It’s May 20th, Again

May 20th, 2017

2:10 p.m. EST

I was going to let it go today.  I wasn’t going to be public or discuss with anyone about today’s date, May 20th, and its significance to me.  I thought I needed to let today be just another day in May.  I wondered why in the past I had felt the desire to say it aloud, to write it down and share it publicly.  I had dialogue with myself about this.  I told myself just remember May 20th, 2003 at 11:10 a.m. and let it be your memory.  My sister and I always send a simple text, “I love you” on May 20th each year.  We know this date is always hard. 

This morning my daughter and I went to breakfast, and we were talking about life. Somehow death became the bookend of our conversation.  Maybe subconsciously I wanted to talk to her about today, to share my memory.  So, I told her that in an hour 11:10 a.m. Central Standard Time would be the exact time Memommy died 14 years ago today.  My mother, her Memommy.  She began to ask me questions about that day.  She didn’t know that I had watched my mother die.  I have never discussed it with her.  I have only repeated the entire experience one time.  The week after my mother died I gave a friend of mine a detailed account.  The experience of watching my mother die. 

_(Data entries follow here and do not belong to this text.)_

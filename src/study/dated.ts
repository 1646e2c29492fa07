import { columnIndex, type TextTable } from "../data/csv.ts";
import { type Day, isoDay } from "../data/day.ts";
import type { RawFinding } from "../data/finding.ts";
import type { Occasion } from "../data/occasion.ts";
import { InputError } from "../errors.ts";
import type { CaptureResult } from "./capture-result.ts";
import { dayReader } from "./day-format.ts";
import { countsFrom, type History, stratumLabel, tallyFrom } from "./histories.ts";
import { cellError } from "./numbers.ts";
import type { DatedCaptures } from "./options.ts";

/** One row of the file. `at` is the occasion's index, −1 outside all of them. */
interface Capture {
  readonly animal: string;
  readonly date: Day;
  readonly at: number;
  readonly stratum: string;
  readonly lost: boolean;
  readonly fate: string;
  readonly line: number;
}

/**
 * Dated captures, a row each, in any order. A capture outside every occasion, a repeat within one, a capture after
 * a loss, and strata that change within an animal are findings: the first does not count, repeats count once, a
 * loss ends the history, the first written stratum stands.
 * Throws `study.occasions-needed`, `study.capture-date`, `study.animal-missing`, `study.stratum-missing`,
 * `study.no-capture-within`.
 */
export function readDated(
  options: DatedCaptures,
  table: TextTable,
  occasions: readonly Occasion[] | undefined,
): CaptureResult {
  if (occasions === undefined)
    throw new InputError({
      name: "study.occasions-needed",
      expected: "occasions with dates, since the captures are dated",
      found: "no occasions",
      where: { file: options.file, cell: "captures.layout" },
      remedy: "add `occasions:` to the pipeline",
    });
  const captures = capturesOf(options, table, occasions);
  const byAnimal = new Map<string, Capture[]>();
  for (const one of captures) {
    const own = byAnimal.get(one.animal);
    if (own === undefined) byAnimal.set(one.animal, [one]);
    else own.push(one);
  }
  const findings: RawFinding[] = captures
    .filter(({ at }) => at < 0)
    .map((one) => outside(one, occasions, options));
  const histories: History[] = [];
  for (const own of byAnimal.values()) {
    const history = historyOf(own, occasions, options, findings);
    if (history !== undefined) histories.push(history);
  }
  if (histories.length === 0)
    throw new InputError({
      name: "study.no-capture-within",
      expected: `captures within the ${occasions.length} occasions`,
      found:
        captures.length === 1 ? "1 capture, outside them" : `${captures.length} captures, all outside them`,
      where: { file: options.file },
      remedy: "check the dates of the occasions and how dates are written (captures.format)",
    });
  return {
    histories,
    counts: countsFrom(histories, occasions.length),
    occasions,
    intervals: undefined,
    findings,
    animals: histories.length,
    captures: histories.reduce((sum, one) => sum + one.seen.length, 0),
    perOccasion: tallyFrom(histories, occasions),
  };
}

function capturesOf(
  options: DatedCaptures,
  table: TextTable,
  occasions: readonly Occasion[],
): readonly Capture[] {
  const animal = columnIndex(table, options.animal, "captures.animal");
  const date = columnIndex(table, options.date, "captures.date");
  const strata = options.strata.map((name) => columnIndex(table, name, "captures.strata"));
  const fate = options.lost === undefined ? -1 : columnIndex(table, options.lost.column, "captures.lost");
  const read = dayReader(options.format, "captures.format");
  return table.rows.map(({ cells, line }, row) => {
    const day = read(cells[date]);
    if (cells[animal] === "")
      throw cellError(table, row, animal, {
        name: "study.animal-missing",
        expected: "the animal's mark",
        remedy: "write the mark, or take the row out if it is not known",
      });
    if (Number.isNaN(day))
      throw cellError(table, row, date, {
        name: "study.capture-date",
        expected: `a date written as ${options.format}`,
        remedy: "mend the date, or state how dates are written under captures.format",
      });
    const values = strata.map((column) => {
      if (cells[column] !== "") return cells[column];
      throw cellError(table, row, column, {
        name: "study.stratum-missing",
        expected: `a value of ${options.strata[strata.indexOf(column)]} for each capture`,
        remedy:
          "fill the cell, with a word such as `unknown` if need be, or leave the column out of captures.strata",
      });
    });
    return {
      animal: cells[animal],
      date: day,
      at: occasionOf(day, occasions),
      stratum: stratumLabel(options.strata, values),
      lost: fate >= 0 && (options.lost?.values.includes(cells[fate]) ?? false),
      fate: fate < 0 ? "" : cells[fate],
      line,
    };
  });
}

/** The occasion whose days hold `day`, −1 if none does; occasions are in order and do not overlap. */
function occasionOf(day: Day, occasions: readonly Occasion[]): number {
  let [low, high] = [0, occasions.length];
  while (low < high) {
    const middle = (low + high) >> 1;
    if (occasions[middle].last < day) low = middle + 1;
    else high = middle;
  }
  return low < occasions.length && occasions[low].first <= day ? low : -1;
}

function outside(one: Capture, occasions: readonly Occasion[], options: DatedCaptures): RawFinding {
  const next = occasions.findIndex(({ first }) => first > one.date);
  const where =
    next === 0
      ? `before the first occasion, ${occasions[0].name}`
      : next < 0
        ? `after the last occasion, ${occasions[occasions.length - 1].name}`
        : `between occasions ${occasions[next - 1].name} and ${occasions[next].name}`;
  return {
    kind: "capture-outside",
    subject: one.animal,
    message: `${one.animal} was recorded on ${isoDay(one.date)}, ${where}; the record does not count`,
    where: { file: options.file, line: one.line },
    value: isoDay(one.date),
    remedy: "mend the date or the occasion's days if one is wrong; records between visits need no mending",
  };
}

/** One animal's history from its rows; undefined if no row counts. Adds to `findings`. */
function historyOf(
  rows: readonly Capture[],
  occasions: readonly Occasion[],
  options: DatedCaptures,
  findings: RawFinding[],
): History | undefined {
  const { animal, stratum, line: firstLine } = rows[0];
  const other = rows.find((one) => one.stratum !== stratum);
  if (other !== undefined)
    findings.push({
      kind: "strata-conflict",
      subject: animal,
      message: `${animal} is "${stratum}" in line ${firstLine}, "${other.stratum}" in line ${other.line}; the first stands`,
      where: { file: options.file, line: other.line },
      value: other.stratum,
      count: rows.filter((one) => one.stratum !== stratum).length,
      remedy: "strata must be constant within an animal: mend the rows",
    });
  // On one day, a loss comes last: an animal that is caught twice in a night may die the second time.
  const ordered = [...rows].sort(
    (a, b) => a.date - b.date || Number(a.lost) - Number(b.lost) || a.line - b.line,
  );
  const end = ordered.findIndex((one) => one.lost);
  for (const late of end < 0 ? [] : ordered.slice(end + 1)) {
    const loss = ordered[end];
    findings.push({
      kind: "capture-after-loss",
      subject: animal,
      message:
        `${animal} was recorded on ${isoDay(late.date)}, after its loss (${loss.fate}) on ` +
        `${isoDay(loss.date)} in line ${loss.line}; what follows the loss does not count`,
      where: { file: options.file, line: late.line },
      value: isoDay(late.date),
      remedy: "mend the mark, the date or the fate of one of the two rows",
    });
  }
  const seen: number[] = [];
  for (const one of end < 0 ? ordered : ordered.slice(0, end + 1)) {
    if (one.at < 0) continue;
    if (seen.at(-1) !== one.at) {
      seen.push(one.at);
      continue;
    }
    findings.push({
      kind: "capture-repeat",
      subject: animal,
      message: `${animal} was caught more than once at occasion ${occasions[one.at].name}; that counts once`,
      where: { file: options.file, line: one.line },
      value: isoDay(one.date),
      remedy: "nothing, if it was really met twice; else mend the mark or the date",
    });
  }
  if (seen.length === 0) return undefined;
  // Found dead between occasions is a death in the interval, not a loss at the capture before it.
  return { stratum, seen, lost: end >= 0 && ordered[end].at >= 0, number: 1 };
}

My daughter’s question was, “Did they take Memommy off the machine and then she died?” 

No, there was no machine.  My mother died at home surrounded by her mother (my Nana), my daddy, my sister, four of her sisters (one sister and her brother did not arrive in time), my daddy’s sister, and me.  I was there. 

I always felt that her death was hers.  I didn’t want to discuss something so private.  The memory I usually share is that it is the most beautiful experience to watch someone die and yet, it is the most gut-wrenching experience.  It is a paradox.  A contradiction.  The incongruity of begging someone to stay and then, letting that person go by assuring them that we will all be ok.  The ones left behind.  The living. 

I just remember watching her pain and wanting it to go away.  To stop.  I wanted her damn pain to stop.  I wanted my beautiful young 59-year-old mother to sit up and be ok.  To laugh. To boss me around.  To tell me what to do.  But, she didn’t.  She just cried out in pain.  So, there in my parent’s bedroom the hospice nurse continued to administer medication to my mother to ease her pain. 

I remember my mother’s face looking at my daddy.  He told her, “It’s ok, baby.  It’s ok.  You can go.  We will all be ok.  I will take care of Cookie and Karla. And, I will be ok. We are all here, and we will all be ok.”  Her mother, my Nana, comforted her and told her she loved her.  We all told her we loved her and that it was ok.  I didn’t really mean it.  I was only 40 years old.  My sister was only 33.  Our children were young.  Too young not to have her, their Memommy.  Our mother.  It wasn’t ok, but I knew that her pain was worse than death.  So, then, it was ok.  My mother, always the pleaser, had all of our permission to go.  To die.  She did just that on May 20th, 2003 at 11:10 a.m. 

On Tasting Grief

 

My grief made me vomit sobs.

The pain was not palatable.

Repulsive pain.
The kind of pain that will make you hate.
Bitter.
That sick taste.
My grief made me vomit sobs.
Like a virus that lingers.
Cast out this substance.
Still shaky on my feet.
Time is what it takes to swallow life again.